Beyond that there is always the possibility that well intended researchers may accidentally allow the virus to escape from the lab, he notes. Ebright, who is doubtful that sufficient residual immunity remains in the human population to provide much protection, points out there is no current direct vaccine match and antivirals are in extremely short supply. "I believe this research should not have been done," he says. "The researchers have deliberately reconstructed a virus that has been extinct for more than eight decades, and when last present killed 1% of the world’s population."

A scholar with a penchant for succinct analysis, Ebright lines his points up like dominos. "Overall, this poses three sets of risks," he begins. "It poses a risk of accidental release, it poses a risk of deliberate release by a disturbed, disgruntled or extremist employee of a laboratory, and it poses the risk of clandestine reconstruction and deliberate release by a hostile party. In any one of those three scenarios, there would be the potential for significant loss of life and significant economic disruption."

Echoing Alibek’s sense of irony, he adds, "It will be possible to build an effective vaccine, but the remarkable point here is to create a pathogen for the expressed purpose of developing a countermeasure. There is a logical lapse. The ethical barrier that would prohibit somebody from doing this has been breached by the fact that the work already has been performed and approved. It is a threat that must be considered. It would be prudent to produce and stockpile vaccine against this threat."

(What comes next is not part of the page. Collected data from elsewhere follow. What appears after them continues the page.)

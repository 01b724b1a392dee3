"""From the patients a ward admitted to those who wanted a bed on it, and to the demand a model takes."""
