"""How far the repaired rows carry the answer: each ward's beds wanted with them and without."""

from __future__ import annotations

from dataclasses import dataclass
from typing import TYPE_CHECKING

from bedplan.data.demand.estimating import estimate_demand
from bedplan.errors import BedplanError

if TYPE_CHECKING:
    from bedplan.data.cleaning.records import Records


@dataclass(frozen=True, slots=True)
class RepairEffect:
    """One ward's beds wanted on average, with repaired rows and without; None where too little is left without."""

    ward: str
    beds_wanted: float
    without_repairs: float | None


def what_repairs_change(records: Records) -> tuple[RepairEffect, ...]:
    """What would each ward want if no row had been repaired? A row a ward; none where no row was repaired.

    Checked by: tests/data/demand/test_repairs.py
    """
    if not records.report.repaired:
        return ()
    bare = records.without_repairs()
    return tuple(
        RepairEffect(ward, wanted, _beds_wanted(bare, ward))
        for ward in records.wards
        if (wanted := _beds_wanted(records, ward)) is not None
    )


def _beds_wanted(records: Records, ward: str) -> float | None:
    try:
        return estimate_demand(records, ward).beds_wanted
    except BedplanError:
        return None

Indeed, bioterrorism fears have prompted massive smallpox immunization campaigns among the military and health care workers in recent years, even though that virus has been completely eradicated in nature. Now, with restoration of the 1918 influenza virus we have another "demon in the freezer," as the frozen stores of smallpox virus at the CDC and in Russia have been described. That raises the possibility of future mass immunizations against the 1918 flu, a pathogen that is so unusual that even its fully recreated genetic sequence doesn’t explain its origins. Is it possible that the 1918 strain was some kind of viral anomaly that was very unlikely to arise again in nature? "I guess that is certainly possible," Taubenberger concedes.

Yet even if it had never recurred in nature, some other group of researchers may have eventually pieced the 1918 virus together. The Everest of the infectious disease world was not going to stay unclimbed for lack of trying.

"We knew all along that the [genetic] sequence would eventually be published, so we wanted to provide a clear public health benefit to rescuing this virus and understanding it." Tumpey argues. "If it wasn’t done by Jeffery Taubenberger, there were others that were interested in it. Others had tissues and could do this work. We knew this day would come."

References

  1. Taubenberger JK, Reid AH, Lourens RM, et al. Characterization of the 1918 polymerase genes. Nature 2005 Oct 6; 437(7,060):889-893.
  2. Tumpey TM, Basler CF, Aguilar PV, et al. Characterization of the reconstructed 1918 Spanish influenza pandemic virus. Science 2005; 310(5,745):77-80.
  3. Jeronimo C, Paul AV, Wimmer E. Chemical Synthesis of Poliovirus cDNA: Generation of Infectious Virus in the Absence of Natural Template. Science 2002; 1,018:1,016-1,018.